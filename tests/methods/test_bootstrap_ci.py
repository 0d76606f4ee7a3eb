"""Tests of block-bootstrap confidence intervals (sweepaudit.methods.bootstrap_ci).

External / theory checks:
- coverage of the 95% percentile interval for the mean on iid normal data is close to nominal
  (Efron and Tibshirani 1993, ch. 13: first-order accurate);
- on AR(1) data the block bootstrap covers where the iid bootstrap under-covers (Politis and Romano
  1994; Kunsch 1989): the iid bootstrap ignores the long-run variance factor (1 + phi)/(1 - phi);
- the interval for the mean agrees with arch's StationaryBootstrap.conf_int (reference library) on the
  same data within Monte Carlo error, and exactly on the very same indices.
Internal consistency: basic = reflected percentile; re-levelling from kept distributions; the
intervals of a part of a series (``part_intervals``) against a literal loop over the replayed indices
and the whole-series intervals; theory: a part of n iid windows has a mean of standard deviation
sigma / sqrt(n).
"""

from dataclasses import replace

import numpy as np
import pytest

from sweepaudit.errors import InputError
from sweepaudit.methods.bootstrap_ci import at_level, bootstrap_intervals, interval, part_columns, part_intervals
from sweepaudit.resample import Resamples, automatic_block_length, draw_resamples, resampled_moments


def _ar1(rng, n, phi, cols=1):
    e = rng.standard_normal((n, cols))
    x = np.empty_like(e)
    x[0] = e[0] / np.sqrt(1 - phi**2)
    for t in range(1, n):
        x[t] = phi * x[t - 1] + e[t]
    return x


def _covers(x, block, seed, kind="stationary", B=499, method="percentile"):
    r = draw_resamples(len(x), count=B, kind=kind, block_length=block, seed=seed)
    iv = bootstrap_intervals(x, resampled_moments(x, r), confidence=0.95, method=method).mean[0]
    return iv.low <= 0.0 <= iv.high


def test_coverage_iid_normal_close_to_nominal():
    rng = np.random.default_rng(100)
    reps = 300
    hits = sum(_covers(rng.standard_normal((100, 1)), 1.0, seed=s) for s in range(reps))
    se = np.sqrt(0.95 * 0.05 / reps)
    # percentile intervals under-cover slightly at n = 100 (first-order accuracy): allow 1 point
    assert 0.95 - 3 * se - 0.01 <= hits / reps <= 0.95 + 3 * se


def test_block_bootstrap_covers_where_iid_bootstrap_undercovers_on_ar1():
    rng = np.random.default_rng(7)
    reps, phi, n = 200, 0.6, 300
    block_hits = iid_hits = 0
    for s in range(reps):
        x = _ar1(rng, n, phi)
        block = automatic_block_length(x[:, 0])
        block_hits += _covers(x, block, seed=s)
        iid_hits += _covers(x, 1.0, seed=s)
    # iid bootstrap: SE too small by sqrt((1 - phi)/(1 + phi)) = 0.5 -> coverage near P(|Z| < 0.98) = 0.67
    assert iid_hits / reps < 0.78
    # finite-sample block bootstraps under-cover somewhat (Lahiri 2003, ch. 3); far less than iid
    assert block_hits / reps > 0.80
    assert block_hits - iid_hits > 0.12 * reps


@pytest.mark.parametrize("phi", [0.0, 0.6, 0.8])
def test_studentized_interval_covers_under_persistent_dependence(phi):
    # Theory: the bootstrap-t with a consistent long-run studentizer (Hall 1988; Gotze and Kunsch 1996)
    # covers at about its nominal level whatever the block length, because its width comes from the
    # long-run variance, not from how much dependence the blocks keep. Even iid resamples (block 1)
    # give about 95% on AR(1) windows, where the percentile interval of the same resamples gives 67%
    # or less (test above).
    rng = np.random.default_rng(int(10 * phi) + 20)
    reps, n = 200, 300
    hits = sum(_covers(_ar1(rng, n, phi), 1.0, seed=s, method="studentized") for s in range(reps))
    se = np.sqrt(0.95 * 0.05 / reps)
    assert 0.95 - 3 * se - 0.015 <= hits / reps <= 0.95 + 3 * se + 0.01


def test_studentized_interval_uses_the_long_run_scale():
    # Internal: the bounds are the estimate minus the t-scaled quantiles of the standardised draws
    # times the long-run standard error; re-levelling keeps the scale.
    from scipy import stats

    from sweepaudit.methods.bootstrap_ci import long_run_standard_errors

    x = np.random.default_rng(30).standard_normal((150, 3)) + 0.1
    m = resampled_moments(x, draw_resamples(150, count=999, block_length=3.0, seed=2))
    iv = bootstrap_intervals(x, m, confidence=0.9)
    assert iv.method == "studentized"
    se, sharpe_se, nu = long_run_standard_errors(x)
    z = (m.mean[:, 1] - x[:, 1].mean()) / m.mean[:, 1].std()
    lo, hi = np.quantile(z, [0.05, 0.95])
    t_lo, t_hi = stats.t.ppf(stats.norm.cdf([lo, hi]), nu[1])
    assert iv.mean[1].low == pytest.approx(x[:, 1].mean() - t_hi * se[1], rel=1e-10)
    assert iv.mean[1].high == pytest.approx(x[:, 1].mean() - t_lo * se[1], rel=1e-10)
    wider = at_level(iv, 0.99)
    assert wider.method == "studentized" and wider.mean[1].low < iv.mean[1].low
    percentile = at_level(iv, 0.9, "percentile")
    assert percentile.mean[1].low == pytest.approx(np.quantile(m.mean[:, 1], 0.05))


def test_mean_interval_agrees_with_arch_conf_int_within_monte_carlo_error():
    from arch.bootstrap import StationaryBootstrap

    rng = np.random.default_rng(3)
    x = _ar1(rng, 400, 0.3)[:, 0] * 0.01 + 0.001
    block, B = 5.0, 4000
    ours = bootstrap_intervals(
        x[:, None], resampled_moments(x[:, None], draw_resamples(400, count=B, block_length=block, seed=1)),
        method="percentile",
    ).mean[0]
    theirs = StationaryBootstrap(block, x, seed=2).conf_int(np.mean, reps=B, method="percentile", size=0.95)
    width = ours.high - ours.low
    # Monte Carlo error of a 2.5% quantile with B = 4000 is a few percent of the interval width.
    assert ours.low == pytest.approx(theirs[0, 0], abs=0.06 * width)
    assert ours.high == pytest.approx(theirs[1, 0], abs=0.06 * width)


def test_mean_interval_equals_arch_on_the_same_indices():
    from arch.bootstrap import StationaryBootstrap

    rng = np.random.default_rng(8)
    x = rng.standard_normal(150)
    bs = StationaryBootstrap(4.0, x, seed=77)
    stats, idx = [], []
    for pos, _ in bs.bootstrap(999):
        idx.append(np.asarray(bs.index).copy())
        stats.append(pos[0].mean())
    moments = resampled_moments(x[:, None], Resamples.from_indices(np.array(idx)))
    ours = bootstrap_intervals(x[:, None], moments, method="percentile").mean[0]
    lo, hi = np.percentile(np.array(stats), [2.5, 97.5])
    assert ours.low == pytest.approx(lo, abs=1e-12)
    assert ours.high == pytest.approx(hi, abs=1e-12)


def test_sharpe_interval_matches_a_slow_loop():
    rng = np.random.default_rng(5)
    x = rng.standard_normal((60, 3)) + 0.2
    r = draw_resamples(60, count=300, block_length=3.0, seed=4)
    got = bootstrap_intervals(x, resampled_moments(x, r), method="percentile")
    loop = np.array([[x[i, k].mean() / x[i, k].std(ddof=1) for k in range(3)] for i in r.indices()])
    np.testing.assert_allclose(got.sharpe_distribution, loop, rtol=1e-9)
    lo, hi = np.quantile(loop[:, 2], [0.025, 0.975])
    assert got.sharpe[2].low == pytest.approx(lo) and got.sharpe[2].high == pytest.approx(hi)
    assert got.sharpe[2].estimate == pytest.approx(x[:, 2].mean() / x[:, 2].std(ddof=1))


def test_basic_interval_reflects_percentile_and_relevels():
    rng = np.random.default_rng(6)
    x = rng.standard_normal((80, 2))
    m = resampled_moments(x, draw_resamples(80, count=500, block_length=2.0, seed=1))
    pct = bootstrap_intervals(x, m, confidence=0.9, method="percentile")
    basic = bootstrap_intervals(x, m, confidence=0.9, method="basic")
    for a, b in zip(pct.mean, basic.mean):
        assert b.low == pytest.approx(2 * a.estimate - a.high)
        assert b.high == pytest.approx(2 * a.estimate - a.low)
    again = at_level(pct, 0.5)
    assert again.mean[0].high - again.mean[0].low < pct.mean[0].high - pct.mean[0].low
    assert again.mean[0] == bootstrap_intervals(x, m, confidence=0.5, method="percentile").mean[0]


def test_interval_helper_drops_non_finite_and_validates():
    iv = interval(0.5, np.array([0.0, 1.0, np.nan, np.inf]), confidence=0.5)
    assert iv.low == pytest.approx(0.25) and iv.high == pytest.approx(0.75)
    m = resampled_moments(np.ones((10, 1)) + np.arange(10)[:, None], draw_resamples(10, count=5, block_length=1.0, seed=0))
    with pytest.raises(InputError, match="strictly between 0 and 1; got 1.5"):
        bootstrap_intervals(np.ones((10, 1)) + np.arange(10)[:, None], m, confidence=1.5)
    with pytest.raises(InputError, match="studentized, percentile, basic; got 'bca'"):
        bootstrap_intervals(np.ones((10, 1)) + np.arange(10)[:, None], m, method="bca")
    with pytest.raises(InputError, match="disagree in shape"):
        bootstrap_intervals(np.ones((10, 2)), m)


# ------------------------------------------------------------------------------------- parts of a series


def test_part_covering_every_window_gives_the_whole_series_intervals():
    x = np.random.default_rng(21).normal(0.001, 0.01, 150)
    r = draw_resamples(150, count=499, block_length=4.0, seed=3)
    parts = [(x, np.ones(150, dtype=bool))]
    (part,) = part_intervals(parts, resampled_moments(part_columns(parts), r))
    whole = bootstrap_intervals(x[:, None], resampled_moments(x[:, None], r))
    assert np.allclose(part.mean_distribution, whole.mean_distribution, rtol=1e-12, atol=1e-15)
    for a, b in ((part.mean[0], whole.mean[0]), (part.sharpe[0], whole.sharpe[0])):
        assert (a.low, a.high) == pytest.approx((b.low, b.high), rel=1e-9)


def test_part_moments_are_the_drawn_windows_inside_the_part():
    # A literal loop over the replayed indices: each resample's mean over the draws that land in the part.
    x = np.random.default_rng(22).normal(0.0, 0.01, 90)
    mask = np.arange(90) >= 60
    r = draw_resamples(90, count=200, block_length=5.0, seed=4)
    parts = [(x, mask)]
    moments = resampled_moments(part_columns(parts), r)
    (part,) = part_intervals(parts, moments, method="percentile")
    literal = []
    for idx in r.indices():
        inside = idx[mask[idx]]
        if inside.size >= 2:
            literal.append(x[inside].mean())
    assert np.allclose(part.mean_distribution[:, 0], literal, rtol=1e-10, atol=1e-15)
    assert part.mean[0].estimate == pytest.approx(x[60:].mean())


def test_part_interval_width_is_the_part_length_width():
    # Theory: the part's mean over n of T iid windows has standard deviation sigma / sqrt(n).
    x = np.random.default_rng(23).normal(0.0, 0.01, 400)
    mask = np.arange(400) < 100
    moments = resampled_moments(part_columns([(x, mask)]), draw_resamples(400, count=2000, block_length=1.0, seed=5))
    (part,) = part_intervals([(x, mask)], moments, method="percentile")
    assert part.mean_distribution.std() == pytest.approx(x[:100].std() / 10, rel=0.1)


def test_part_errors():
    x = np.zeros(20)
    with pytest.raises(InputError, match=r"mask must have the series' 20 windows; got shape \(19,\)"):
        part_columns([(x, np.ones(19, dtype=bool))])
    moments = resampled_moments(part_columns([(x + np.arange(20), np.ones(20, dtype=bool))]),
                                draw_resamples(20, count=10, block_length=1.0, seed=0))
    with pytest.raises(InputError, match="part_intervals needs resampled second moments"):
        part_intervals([(x, np.ones(20, dtype=bool))], replace(moments, second=None))


def test_column_quantiles_equal_numpys():
    """Reference library: ``numpy.quantile`` (linear method), the same values to the last bit, on
    resample counts of odd and even size, levels whose interpolation weight is above and below 1/2,
    ties, and a single row."""
    from sweepaudit.methods.bootstrap_ci import column_quantiles

    rng = np.random.default_rng(5)
    levels = [0.005, 0.025, 0.1, 0.5, 0.9, 0.975, 0.995]
    for b, n in ((999, 7), (1000, 13), (10_001, 3), (1, 4), (40, 5)):
        draws = rng.standard_t(3, (b, n))
        draws[:, -1] = np.round(draws[:, -1])  # ties
        kept = draws.copy()
        np.testing.assert_array_equal(column_quantiles(draws, levels), np.quantile(draws, levels, axis=0))
        np.testing.assert_array_equal(draws, kept)  # the draws are kept as they were
        np.testing.assert_array_equal(column_quantiles(draws[:, :1], levels), np.quantile(draws[:, :1], levels, axis=0))
        np.testing.assert_array_equal(draws, kept)


def test_studentized_bounds_equal_standardising_every_draw():
    """Internal consistency: the studentized bounds read the raw draws' order statistics and standardise
    them; standardising every draw first and taking numpy's quantiles gives the same bounds."""
    from sweepaudit.methods.bootstrap_ci import _studentized
    from sweepaudit.methods.distributions import normal_cdf, t_ppf

    rng = np.random.default_rng(6)
    draws = rng.standard_normal((2000, 9)) * rng.uniform(0.5, 2, 9) + rng.uniform(-1, 1, 9)
    estimates, se, nu, q = draws.mean(axis=0) + 0.01, np.full(9, 0.3), np.full(9, 40.0), [0.025, 0.975]
    z = (draws - estimates) / np.std(draws, axis=0)
    tq = t_ppf(normal_cdf(np.quantile(z, q, axis=0)), nu)
    expected = np.stack([estimates - tq[1] * se, estimates - tq[0] * se])
    np.testing.assert_array_equal(_studentized(estimates, draws, se, nu, q), expected)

--*--

PROBLEM TO SOLVE >>
Using the entries above, copy out all lines that contain the string "sigma".

YOUR RESPONSE >>
sigma / sqrt(n).
    # Theory: the part's mean over n of T iid windows has standard deviation sigma / sqrt(n).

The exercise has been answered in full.